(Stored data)
___
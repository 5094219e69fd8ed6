import fc from 'fast-check'
import {
  COIL_HANDS, COMPRESSION_ENDS, HOOK_FORMS, LEG_FORMS, MATERIAL_CODES, SEATING_COEFFICIENTS, STRESS_METHODS, TOLERANCE_GRADES,
} from '#shared/spring/codes'
import type { EvaluateRequest } from '#shared/schemas/spring'

// The sum turns a minus nought, which no address tells from nought, into nought.
const between = (min: number, max: number) => fc.double({ min, max, noNaN: true, noDefaultInfinity: true }).map(value => value + 0)
const optional = <T>(arbitrary: fc.Arbitrary<T>) => fc.option(arbitrary, { nil: undefined })
const choice = <T>(values: readonly T[]) => fc.constantFrom(...values)

/** Leaves out what is undefined, all the way down, as a request does; empty objects go too. */
function compact(value: unknown): unknown {
  if (Array.isArray(value)) return value.map(compact)
  if (typeof value !== 'object' || value === null) return value
  const kept = Object.entries(value).flatMap(([key, one]) => {
    const inner = compact(one)
    const isEmpty = inner === undefined || (typeof inner === 'object' && inner !== null && !Array.isArray(inner) && Object.keys(inner).length === 0)
    return isEmpty ? [] : [[key, inner] as const]
  })
  return Object.fromEntries(kept)
}

const conditions = {
  method: optional(choice(STRESS_METHODS)),
  temperatureC: optional(between(-273, 1500)),
  duty: fc.record({ cycles: optional(between(0, 1e12)), strokesPerMinute: optional(between(0, 1e5)) }),
  shotPeened: optional(fc.boolean()),
  preset: optional(fc.boolean()),
  toleranceGrade: optional(choice(TOLERANCE_GRADES)),
  fit: fc.record({ boreMm: optional(between(100, 5000)), rodMm: optional(between(0.01, 99)), maxFreeLengthMm: optional(between(100, 20_000)), maxSolidLengthMm: optional(between(0.01, 99)) }),
}
const wound = {
  material: choice(MATERIAL_CODES),
  wireDiameterMm: between(0.01, 50),
  meanDiameterMm: between(80, 5000),
  materialValues: fc.record({
    tensileStrengthMpa: optional(between(50, 10_000)), shearModulusMpa: optional(between(1000, 500_000)), youngsModulusMpa: optional(between(1000, 1_000_000)), densityKgPerM3: optional(between(500, 25_000)),
  }),
  hand: optional(choice(COIL_HANDS)),
  ...conditions,
}
const some = <T>(arbitrary: fc.Arbitrary<T>, maxLength: number) => optional(fc.array(arbitrary, { minLength: 1, maxLength }))
const loadPoint = fc.oneof(
  between(0.01, 20_000).map(lengthMm => ({ lengthMm })), between(0.0001, 1e7).map(forceN => ({ forceN })), between(0, 20_000).map(deflectionMm => ({ deflectionMm })),
)
const turnPoint = fc.oneof(between(0.001, 360_000).map(angleDeg => ({ angleDeg })), between(0.0001, 1e9).map(momentNmm => ({ momentNmm })))

const compression = fc.record({
  kind: fc.constant('compression' as const), ...wound,
  activeCoils: between(0.1, 1000), totalCoils: optional(between(1000, 1100)), freeLengthMm: between(0.01, 20_000), points: some(loadPoint, 6),
  ends: optional(choice(COMPRESSION_ENDS)), seatingCoefficient: optional(choice(SEATING_COEFFICIENTS)), guided: optional(fc.boolean()), solidSafe: optional(fc.boolean()),
})
const extension = fc.record({
  kind: fc.constant('extension' as const), ...wound,
  bodyCoils: between(0.1, 500), activeCoils: optional(between(500, 1000)), initialTensionN: between(0, 1_000_000), insideHooksFreeLengthMm: optional(between(0.01, 20_000)), points: some(loadPoint, 6),
  hook: optional(fc.record({ form: choice(HOOK_FORMS), bendRadiusMm: optional(between(0.005, 5000)), sideBendRadiusMm: optional(between(0.005, 5000)) })),
})
const torsion = fc.record({
  kind: fc.constant('torsion' as const), ...wound,
  bodyCoils: between(0.1, 500), activeCoils: optional(between(500, 1000)), points: some(turnPoint, 6),
  legs: some(fc.record({ lengthMm: between(0.01, 5000), form: choice(LEG_FORMS) }), 2), loadOpens: optional(fc.boolean()),
})

/** Any request that the schema of evaluation takes, with every field sometimes there: wild sizes, not sensible springs. */
export const anySpring: fc.Arbitrary<EvaluateRequest> = fc.oneof(compression, extension, torsion).map(spring => compact(spring) as EvaluateRequest)
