import fc from 'fast-check'
import { describe, expect, it } from 'vitest'
import { evaluateCompression, evaluateExtension, evaluateTorsion, type CompressionInput, type ExtensionInput, type TorsionInput } from '#shared/spring'
import { fromSi, toSi, type Quantity } from '#shared/units/convert'

/*
 * The formulas know no units: a spring evaluated in millimetres and newtons and then told in inches and pounds is the same as one
 * evaluated in inches and pounds from the start. By the textbook method, since EN 13906-1 adds a tolerance in millimetres to the solid
 * length, and with the values of the material given, since its tables go by millimetres.
 */
const inch = (value: number, quantity: Quantity) => fromSi(value, quantity, 'inch')
/** Pounds on a square inch; the display is in thousands of them. */
const psi = (mpa: number) => 1000 * inch(mpa, 'stress')
const between = (min: number, max: number) => fc.double({ min, max, noNaN: true, noDefaultInfinity: true })
const coil = { d: between(0.5, 10), w: between(4.5, 18), n: between(3, 25), travel: between(0.05, 0.9), strengthMpa: between(800, 2400), G: between(40_000, 85_000), ratio: between(0.35, 0.42) }
const same = (told: number | null, evaluated: number | null) => expect(told! / evaluated!).toBeCloseTo(1, 10)

const values = (strengthMpa: number, G: number, ratio: number, as: (mpa: number) => number) =>
  ({ tensileStrengthMpa: as(strengthMpa), shearModulusMpa: as(G), youngsModulusMpa: as(G / ratio) })

describe('units commute with evaluating', () => {
  it('a compression spring', () => {
    fc.assert(fc.property(fc.record(coil), ({ d, w, n, travel, strengthMpa, G, ratio }) => {
      const make = (length: (mm: number) => number, stress: (mpa: number) => number): CompressionInput => ({
        kind: 'compression', method: 'wahl', material: 'ASTM-A228', wireDiameterMm: length(d), meanDiameterMm: length(d * w), activeCoils: n, freeLengthMm: length(2.2 * (n + 2) * d),
        points: [{ deflectionMm: length(travel * (n + 2) * d) }], seatingCoefficient: 1, materialValues: values(strengthMpa, G, ratio, stress),
      })
      const si = evaluateCompression(make(mm => mm, mpa => mpa))
      const us = evaluateCompression(make(mm => inch(mm, 'length'), psi))
      same(inch(si.rateNPerMm, 'rate'), us.rateNPerMm)
      same(inch(si.points[0]!.forceN, 'force'), us.points[0]!.forceN)
      same(psi(si.points[0]!.correctedStressMpa), us.points[0]!.correctedStressMpa)
      same(si.points[0]!.utilisation, us.points[0]!.utilisation)
      same(psi(si.solid.stressMpa), us.solid.stressMpa)
      for (const field of ['solidLengthMm', 'minimumClearanceMm', 'outerDiameterAtSolidMm', 'pitchMm', 'wireLengthMm'] as const) same(inch(si[field], 'length'), us[field])
      if (si.buckling.criticalDeflectionMm === null) expect(us.buckling.criticalDeflectionMm).toBeNull()
      else same(inch(si.buckling.criticalDeflectionMm, 'length'), us.buckling.criticalDeflectionMm)
    }), { numRuns: 300 })
  })

  it('an extension spring', () => {
    fc.assert(fc.property(fc.record(coil), ({ d, w, n, travel, strengthMpa, G, ratio }) => {
      const make = (length: (mm: number) => number, force: (n: number) => number, stress: (mpa: number) => number): ExtensionInput => ({
        kind: 'extension', method: 'wahl', material: 'ASTM-A228', wireDiameterMm: length(d), meanDiameterMm: length(d * w), bodyCoils: n, initialTensionN: force(5 * d * d),
        points: [{ forceN: force(5 * d * d * (1 + travel)) }], materialValues: values(strengthMpa, G, ratio, stress),
      })
      const si = evaluateExtension(make(mm => mm, force => force, mpa => mpa))
      const us = evaluateExtension(make(mm => inch(mm, 'length'), force => inch(force, 'force'), psi))
      same(inch(si.rateNPerMm, 'rate'), us.rateNPerMm)
      same(inch(si.points[0]!.lengthMm, 'length'), us.points[0]!.lengthMm)
      same(psi(si.points[0]!.stressMpa), us.points[0]!.stressMpa)
      same(psi(si.hookBendingStressMpa!), us.hookBendingStressMpa)
      same(psi(si.hookTorsionStressMpa!), us.hookTorsionStressMpa)
      same(inch(si.greatestForceN!, 'force'), us.greatestForceN)
      same(si.coilsEquivalent, us.coilsEquivalent)
    }), { numRuns: 300 })
  })

  it('a torsion spring', () => {
    fc.assert(fc.property(fc.record(coil), ({ d, w, n, travel, strengthMpa, G, ratio }) => {
      const make = (length: (mm: number) => number, stress: (mpa: number) => number): TorsionInput => ({
        kind: 'torsion', method: 'wahl', material: 'ASTM-A228', wireDiameterMm: length(d), meanDiameterMm: length(d * w), bodyCoils: n, legs: [{ lengthMm: length(4 * d * w), form: 'tangential' }],
        points: [{ angleDeg: 200 * travel }], materialValues: values(strengthMpa, G, ratio, stress),
      })
      const si = evaluateTorsion(make(mm => mm, mpa => mpa))
      const us = evaluateTorsion(make(mm => inch(mm, 'length'), psi))
      same(inch(si.rateNmmPerDeg, 'momentRate'), us.rateNmmPerDeg)
      same(inch(si.points[0]!.momentNmm, 'moment'), us.points[0]!.momentNmm)
      same(psi(si.points[0]!.bendingStressMpa), us.points[0]!.bendingStressMpa)
      same(inch(si.points[0]!.innerDiameterAtPointMm, 'length'), us.points[0]!.innerDiameterAtPointMm)
      same(si.legCoils, us.legCoils)
      same(inch(si.greatestMomentNmm!, 'moment'), us.greatestMomentNmm)
    }), { numRuns: 300 })
  })

  it('a value typed in inches is the one that comes back', () => {
    const quantities: readonly Quantity[] = ['length', 'force', 'rate', 'moment', 'momentRate', 'angle', 'stress', 'mass', 'temperature']
    fc.assert(fc.property(fc.constantFrom(...quantities), between(0.001, 1e6), (quantity, value) => {
      expect(fromSi(toSi(value, quantity, 'inch'), quantity, 'inch') / value).toBeCloseTo(1, 9)
    }))
  })
})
___
Going through the records, say how many lines hold the string "isEmpty". Only the number should be given.

2